Any Set can be converted to a human-readable string using the
mysql::strconv::encode family of functions, and back from string using the
mysql::strconv::decode family of functions.
For intervals/boundaries, three formats are supported: Text_format, Binary_format, and Fixint_binary_format. The formats are as follows:
Text_format is intended to be human-readable. It is enabled for Interval
Sets/Boundary Sets with discrete Set Traits, for which there are string
formatters/string parsers defined for the Element type. It stores an interval
by writing the start boundary, a separator, and the inclusive end boundary,
in text format. If the inclusive end boundary equals the start boundary, the
separator and end boundary are omitted. It stores interval sets by
representing all the boundaries using a separator to delimit adjacent pairs of
boundaries. encode guarantees that intervals are disjoint and strictly
increasing. decode allows intervals to be out of order and overlapping.
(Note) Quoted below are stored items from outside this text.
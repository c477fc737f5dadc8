"""Solver-time figures for the layers and fin solvers (no HTTP).

Targets: a layers request with radiation and solve_for at most 5 ms; a fin at most 1 ms.
Run from the repository root:  python bench/layers_fin.py [--repeat N]
Prints the median, 10th and 90th percentile of per-call wall time, and the key results, so a
change in speed can be told apart from a change in work.
"""

from __future__ import annotations

import argparse
import os
import statistics
import sys
import time

# Single-threaded BLAS, as in the service workers (see the measurements shared by the team).
for _var in ("OPENBLAS_NUM_THREADS", "OMP_NUM_THREADS", "MKL_NUM_THREADS"):
    os.environ.setdefault(_var, "1")
sys.path.insert(0, os.path.dirname(os.path.dirname(os.path.abspath(__file__))))

from service.solvers.fin import FinProblem, solve_fin  # noqa: E402
from service.solvers.layers import (  # noqa: E402
    DesignTarget,
    Layer,
    LayersProblem,
    SolveFor,
    SurfaceCondition,
    solve_layers,
)
from service.solvers.safety import Limits  # noqa: E402

# The contract's example: a steam line insulated for personnel protection.
STEAM_LINE = LayersProblem(
    geometry="cylinder", inner_radius=0.0545, length=1.0,
    layers=(Layer(0.004, 45.0, "pipe"),
            Layer(0.05, 0.04, "insulation", max_temperature=650.0)),
    contact_resistances=(0.0,),
    inside=SurfaceCondition("convection", film_coefficient=1000.0, ambient=250.0),
    outside=SurfaceCondition("convection_radiation", film_coefficient=8.0, ambient=20.0,
                             emissivity=0.9, surroundings=20.0),
    solve_for=SolveFor(1, DesignTarget(surface_temperature=55.0)),
    limits=Limits(max_surface_temperature=60.0),
)

CASES = {
    "layers: steam line, radiation, solve_for surface temperature (target <= 5 ms)": (
        solve_layers, STEAM_LINE, 5.0),
    "layers: same, outside 'air' with 3 m/s wind": (
        solve_layers, LayersProblem(**{**STEAM_LINE.__dict__, "outside": SurfaceCondition(
            "air", ambient=20.0, emissivity=0.9, wind_speed=3.0)}), 5.0),
    "layers: same, solve_for 40 W/m": (
        solve_layers, LayersProblem(**{**STEAM_LINE.__dict__, "solve_for": SolveFor(
            1, DesignTarget(heat_flow_per_length=40.0))}), 5.0),
    "layers: same, no solve_for (one state)": (
        solve_layers, LayersProblem(**{**STEAM_LINE.__dict__, "solve_for": None}), 5.0),
    "layers: linear three-layer wall": (
        solve_layers, LayersProblem(
            geometry="plane",
            layers=(Layer(0.115, 1.1, "firebrick"), Layer(0.1, 0.12, "board"),
                    Layer(0.006, 45.0, "casing")),
            inside=SurfaceCondition("convection", film_coefficient=30.0, ambient=900.0),
            outside=SurfaceCondition("convection", film_coefficient=10.0, ambient=25.0)), 5.0),
    "fin: straight, convective tip (target <= 1 ms)": (
        solve_fin, FinProblem("straight", 200.0, 25.0, 100.0, 25.0, tip="convective",
                              length=0.05, thickness=0.002, width=1.0), 1.0),
    "fin: annular array of 12, convective tip": (
        solve_fin, FinProblem("annular", 180.0, 60.0, 120.0, 30.0, tip="convective",
                              inner_radius=0.0125, outer_radius=0.035, thickness=0.001,
                              count=12, base_area=0.01), 1.0),
}


def timings(func, problem, repeat: int) -> list[float]:
    func(problem)  # warm-up (imports, first scipy calls)
    out = []
    for _ in range(repeat):
        start = time.perf_counter()
        func(problem)
        out.append((time.perf_counter() - start) * 1e3)
    return out


def main() -> None:
    parser = argparse.ArgumentParser(description=__doc__)
    parser.add_argument("--repeat", type=int, default=300)
    args = parser.parse_args()
    print(f"{'case':78s} {'median':>8s} {'p10':>7s} {'p90':>7s} {'target':>7s}")
    for name, (func, problem, target) in CASES.items():
        ms = sorted(timings(func, problem, args.repeat))
        median = statistics.median(ms)
        p10, p90 = ms[len(ms) // 10], ms[(9 * len(ms)) // 10]
        flag = "ok" if median <= target else "SLOW"
        print(f"{name:78s} {median:7.3f}ms {p10:6.3f} {p90:6.3f} {target:6.1f} {flag}")
        res = func(problem)
        if func is solve_layers:
            solved = (f", solved thickness {res.solved.thickness * 1e3:.2f} mm"
                      if res.solved else "")
            print(f"    heat flow {res.heat_flow:.4g} {res.basis}, surfaces "
                  f"{res.surfaces[0].temperature:.2f} / {res.surfaces[1].temperature:.2f} degC"
                  f"{solved}, evaluations {res.convergence.iterations}, residual "
                  f"{res.convergence.residual:.2e} K")
        else:
            eff = "-" if res.efficiency is None else f"{res.efficiency:.4f}"
            print(f"    heat flow {res.heat_flow:.4g} W per fin, efficiency {eff}, tip "
                  f"{res.tip_temperature:.2f} degC, array {res.array.heat_flow:.4g} W")


if __name__ == "__main__":
    main()
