"""Requests per second through the real gunicorn server (2 sync workers, loopback).

Uses wrk (Debian package `wrk`) when installed, else a bounded Python thread load. Targets
(this 2-core machine, the load generator sharing the cores): a 5-point plate request at 2400
requests/s or more, a 101x101 grid request at 800 or more.

    .venv/bin/python bench/http_throughput.py [--seconds 10]
"""

from __future__ import annotations

import argparse
import json
import pathlib
import re
import shutil
import statistics
import subprocess
import sys
import tempfile
import threading
import time

import requests

sys.path.insert(0, str(pathlib.Path(__file__).resolve().parent))
import _server  # noqa: E402

PLATE = {
    "width": 0.6, "height": 1.0, "conductivity": 52,
    "edges": {"bottom": {"type": "temperature", "value": 100},
              "left": {"type": "insulated"},
              "right": {"type": "convection", "film_coefficient": 750, "ambient": 0},
              "top": {"type": "flux", "value": -200}},
}
CASES = {
    "plate, 5 points": {**PLATE, "points": [[0.1, 0.1], [0.3, 0.5], [0.5, 0.9], [0.6, 0.2],
                                             [0.0, 1.0]]},
    "plate, 101x101 grid": {**PLATE, "grid": {"nx": 101, "ny": 101}},
    "trivial GET /healthz": None,
}


def with_wrk(url: str, body: dict | None, seconds: int, connections: int = 16) -> dict:
    with tempfile.NamedTemporaryFile("w", suffix=".lua", delete=False) as script:
        if body is not None:
            script.write('wrk.method = "POST"\n')
            script.write(f"wrk.body = {json.dumps(json.dumps(body))}\n")
            script.write('wrk.headers["Content-Type"] = "application/json"\n')
    out = subprocess.run(["wrk", "-t2", f"-c{connections}", f"-d{seconds}s", "--latency",
                          "-s", script.name, url], capture_output=True, text=True, check=True)
    text = out.stdout
    rps = float(re.search(r"Requests/sec:\s+([\d.]+)", text).group(1))
    p50 = re.search(r"50%\s+([\d.]+\w+)", text).group(1)
    p99 = re.search(r"99%\s+([\d.]+\w+)", text).group(1)
    errors = re.search(r"Non-2xx or 3xx responses: (\d+)", text)
    return {"rps": rps, "p50": p50, "p99": p99, "errors": int(errors.group(1)) if errors else 0}


def with_threads(url: str, body: dict | None, seconds: int, clients: int = 8) -> dict:
    latencies: list[float] = []
    errors = 0
    lock = threading.Lock()
    stop_at = time.monotonic() + seconds

    def worker() -> None:
        nonlocal errors
        session = requests.Session()
        while time.monotonic() < stop_at:
            t0 = time.perf_counter()
            r = (session.post(url, json=body, timeout=30) if body is not None
                 else session.get(url, timeout=30))
            with lock:
                latencies.append(time.perf_counter() - t0)
                errors += r.status_code != 200

    threads = [threading.Thread(target=worker) for _ in range(clients)]
    for t in threads:
        t.start()
    for t in threads:
        t.join()
    q = statistics.quantiles(latencies, n=100)
    return {"rps": len(latencies) / seconds, "p50": f"{q[49] * 1e3:.2f}ms",
            "p99": f"{q[98] * 1e3:.2f}ms", "errors": errors}


def main() -> None:
    parser = argparse.ArgumentParser()
    parser.add_argument("--seconds", type=int, default=10)
    args = parser.parse_args()
    load = with_wrk if shutil.which("wrk") else with_threads
    proc, base = _server.start(workers=2)
    try:
        print(f"load generator: {'wrk' if load is with_wrk else 'python threads'}, "
              f"{args.seconds} s per case, 2 sync workers")
        print(f"{'case':<24} {'req/s':>9} {'p50':>10} {'p99':>10} {'errors':>7}")
        for name, body in CASES.items():
            path = "/healthz" if body is None else "/v1/plate"
            load(base + path, body, 2)  # warm-up
            r = load(base + path, body, args.seconds)
            print(f"{name:<24} {r['rps']:>9.0f} {r['p50']:>10} {r['p99']:>10} {r['errors']:>7}")
    finally:
        _server.stop(proc)


if __name__ == "__main__":
    main()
It also allows that the inclusive end boundary is less than the start
boundary: such intervals are treated as empty and hence ignored. For
decode, the container type to store intervals must be
Map_boundary_storage (identified using the member constant
has_fast_insertion).
Binary_format is intended to be space-efficient. It is enabled for discrete,
metric Set traits for which there is string formatters/string parsers defined
for the element type. It stores an integer length followed by the distances
between adjacent boundaries, minus 1. If the first boundary is equal to the
minimum for the Set Traits, the first boundary is omitted. (The decoder can
determine if this is the case by checking if the length is odd.)
Fixint_binary_format is intended to be easy to machine-parse. It is enabled
for all Set traits for which there is string formatters/string parsers defined
for the element type. It consists of the number of intervals, as an integer in
64 bit little-endian, followed by all the boundaries.
For nested sets, the following formats are supported:
Text_format is intended to be human-readable. It stores both keys and
mapped objects by delegating the encoding to encode/decode.